# Roubaix Size



## r1levy (Jun 12, 2006)

I'm looking at a Roubaix and am getting conflicting advice about size depending on which bike shop I'm in. I'm 6'1" with a 32" inseam and was sure I'd need a 58. Then was in a LBS and was told that a 56 would fit me better. Riding around the parking lot doesn't tell me much. So if any of y'all are near my size and are riding a Roubaix I'd sure appreciate knowing what size bike you're on.
Gracias


----------



## kimio (May 5, 2007)

*Roubaix size*

I'm 6' 1/2 " and inseam about 34". Got along gut and short legs- you must have even shorter legs than me. Any way- The guy at th e LBS said a 58 should be good for me. Thats what I got. I had second thoughts because I actually did not ride the bike- just ordered it based on what I read about it from a friend who owns a bike shop but sells only mountain bikes.( He gave me and a deal I couldn't pass up). It did not fit me well on my first couple of rides. Very uncomfortable. I was very worried that I got a size too big. So I had it custom fitted to me at a BS that does the Serrotta Fit System and that did the job. They take whatever bike you have and make it fit. That could mean a few different parts. I was told that yes, I did get the right frame size, but just needed some adjustments. I really don't know what type of body they build these bikes for but I had my seat moved all the way up and it still was too far a way from handlebars, so we flipped the seat post around with the offset facing front instead of back. That did the trick. Also my handle bars were too wide so I went down 2 sizes to 40cm. A lot also depends on what type of rider you are. I like a more upright position which helps because of some minor low back pain- that 's why moving the seat up was good for me. So for what its worth, you could probably go either 56 or 58. You may need to customize one or the other to get it to fit you right. So I guess I succeeded in confusing you more, eh? Good luck!


----------



## BLACKSHEEP54 (May 7, 2007)

Im 6'1 with a 34" inseam and i have a 58cm roubiax. I have long legs and a short torso so i needed a shorter stem(100mm). LBS tried to sell me a 56 but it just felt to small to me so i went with the bigger frame. I made the right call i think. Im very comfotable on the 58.


----------



## r1levy (Jun 12, 2006)

Thanks for the feedback kimio and blacksheep54.


----------



## Steven C. (Aug 12, 2007)

Roubaix's don't have overly long effective top tubes. I am 5' 10" an have a 56 cm frame that was profesionally fit. The saddle ended up slid almost as far back in the rails as it would go and my 2006 has a 112 mm stem (07's have 100mm stems, go figure), results are about perfect. I would have the fit checked by a BG Fit certified tech (check the speciallize web site to find a shop with this capability) before buying but you definatly do not want a 56 unless you haver extreamly long legs for your hight.

Good Luck,

Steve


----------



## connie (Jul 30, 2006)

Just under 6'1", was sure I would need a 58, was fit on a 56, and it works well. I guess the moral is you really need to trust your fitter.


----------



## Steven C. (Aug 12, 2007)

Connie - You must be a girl with long legs if you fit well on a 56 at your height. 

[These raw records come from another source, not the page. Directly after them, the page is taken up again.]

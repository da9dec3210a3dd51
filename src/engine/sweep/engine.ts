import { buildOptimizer } from '../optim/build';
import { applyTransforms, isChainOptimizer, learningRateStage, type ChainOptimizer, type ChainState, type GradientTransform } from '../optim/transform';
import type { Optimizer, Oracle, StepContext, StepReport } from '../optim/types';
import { createRng, type RngState } from '../rng';
import { nextCalmSteps, pointFinding, pointFindingAt, pointOutcome, progressTrigger, startOutcome, type PointFinding } from '../run/checks';
import { judgeEnd, type EndFacts, type EndTrigger } from '../run/end-state';
import { addNoise, addNoiseAt, countingSurface, noisyOracle } from '../run/oracle';
import type { RunOutcome } from '../run/outcome';
import { MILESTONES, RECENT_POINTS, recordMilestoneAt, recordRecentAt, type RecentPath } from '../run/recent';
import type { StopRules } from '../run/settings';
import type { Surface } from '../surface';
import { norm2 } from '../vector';
import { fusedKernel, type FusedHost, type FusedKernel } from './fused';
import { validateSweepPlan, type SweepPlan, type SweepProgress, type SweepResult } from './plan';

/**
 * Runs per block on the block path: one optimizer state per block of consecutive runs. Small enough
 * that a block with few live runs wastes little, large enough that the per-call cost of the
 * transforms (Adam's two powers of beta per step) is spread thin.
 */
const BLOCK = 64;

/** Rounds per batch on the fused path: the step numbers of a batch are computed once for every block. */
const FUSED_BATCH = 256;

Men tend to have longer torsos than women for a given height. The original post said 6'1' with 32 inseam....not long legs for that height. I am average build male 5' 10" 160 lbs and I also have a 32 inch inseam. Therefore my legs are longer proportionately than his are (I am assuming r1 is male) . My Roubaix 56 cm is just barely long enough for me which is perfect for a production bike sold in 2 cm jumps in frame size. Also note my 2006 Roubaix has exactly the same geometry at the 2007 but has a 2 cm longer stem that extends the reach somewhat.

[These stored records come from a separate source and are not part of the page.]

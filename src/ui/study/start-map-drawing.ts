/**
 * Drawing a start-point map on any drawing context (the panel's canvas, a figure's PNG or SVG): the
 * cells of paintStartMap as rectangles (one per run of equal colour along a row, so a 256 x 256 map
 * of a few basins stays a few thousand rectangles), and the known minima as the map's glyph.
 */
import type { KnownPoint as BasinPoint } from '../../engine';
import { drawKnownPoints, viewTransform, type DrawingContext, type PixelSize } from '../plot';
import type { ViewBox } from '../../engine';

/** Paints `rgba` (resolution x resolution, row 0 at the top) over a `size` box at the origin; clear pixels stay unpainted. */
export function drawMapCells(ctx: DrawingContext, rgba: Uint8ClampedArray, resolution: number, size: PixelSize): void {
  const cw = size.width / resolution;
  const ch = size.height / resolution;
  ctx.save();
  for (let row = 0; row < resolution; row++) {
    let i = 0;
    while (i < resolution) {
      const p = (row * resolution + i) * 4;
      let end = i + 1;
      while (end < resolution && sameColour(rgba, p, (row * resolution + end) * 4)) end++;
      if (rgba[p + 3] > 0) {
        ctx.fillStyle = `rgb(${rgba[p]}, ${rgba[p + 1]}, ${rgba[p + 2]})`;
        // A hair wider than the cell so neighbouring rectangles leave no antialiased seam.
        ctx.fillRect(i * cw, row * ch, (end - i) * cw + 0.5, ch + 0.5);
      }
      i = end;
    }
  }
  ctx.restore();
}

function sameColour(rgba: Uint8ClampedArray, p: number, q: number): boolean {
  return rgba[p] === rgba[q] && rgba[p + 1] === rgba[q + 1] && rgba[p + 2] === rgba[q + 2] && rgba[p + 3] === rgba[q + 3];
}

/** The known minima that lie in the map's box, as minimum glyphs at their places in the map's plane. */
export function drawMapMinima(ctx: DrawingContext, known: readonly BasinPoint[], box: ViewBox, axes: readonly [number, number], size: PixelSize): void {
  const points = known.map((k) => ({ at: { a: k.point[axes[0]], b: k.point[axes[1]] }, kind: 'minimum' as const }))
    .filter((p) => p.at.a >= box.a[0] && p.at.a <= box.a[1] && p.at.b >= box.b[0] && p.at.b <= box.b[1]);
  drawKnownPoints(ctx, points, viewTransform(box, size));
}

It is possible the bike shop is recommending the 56 based that recomendation on stand over height, which on a compact geometry frame like the Roubaix should not be an issue (the sloping top tube makes the stand over check irrelevant, mostly). They should be focusing on reach and balance both of which are strongly influenced by effective top tube length. Obviously with two shops recomending different sizes, one of them is probably wrong. Bottom line is you need to be careful who you trust and do your research. 

Regards,

Steve


----------



## connie (Jul 30, 2006)

No, just a dude with long-ish legs. I acknowledge that just going by height and inseam, I should be on a larger bike (and I did come from a substantially larger bike). I think position is a bit more important, and that is why I stress to trust your fitter, the prime point on which I think we both agree.

r1levy, does either shop offer a fit guarantee?


----------



## r1levy (Jun 12, 2006)

Yes both shops will guarantee the fit and both have BG certified fit techs as Steve recommended.
I am a bit confused though. Steve posted that I wouldn't want a 56 unless I had extremely long legs. I would have thought that if I had long legs I'd want a 58. Confusing.


----------



## Steven C. (Aug 12, 2007)

Has to do with the fact that the Roubaix is a compact frame. That is the top tube slopes downward from the head tube. For a given height, if you have shorter legs, then you have a longer torso. The opposite is true for longer legs. The larger frame provides the proper top tube length so that the reach and your balance on the bike can be set by moving the seat forward and aft. 

The seat height can be adjusted over a huge range on these compact frames. So when it comes to fitting these frames you can concentrate on top tube length and not have to worry about stand over height. The stems are the pro-fit those also have a wide range of adjustment for drop (if you want any). Based on your size and in-seam description and my experience with the 56 cm Roubaix, I really think you should be talking with the guy who is recomending the 58. 

Either way you go, when you are being fit be real concious of where you are sitting on the saddle (weight should be on the bones on either side of your butt at the back of the saddle and not your crotch). You should also have very light pressure on your hands when you are on the drops and you should be able to let go of the bars without falling of having undue stress on your back. The following site has a real good artical on bike fit. Your set up guy should be talking similar concepts.

http://www.peterwhitecycles.com/fitting.htm


----------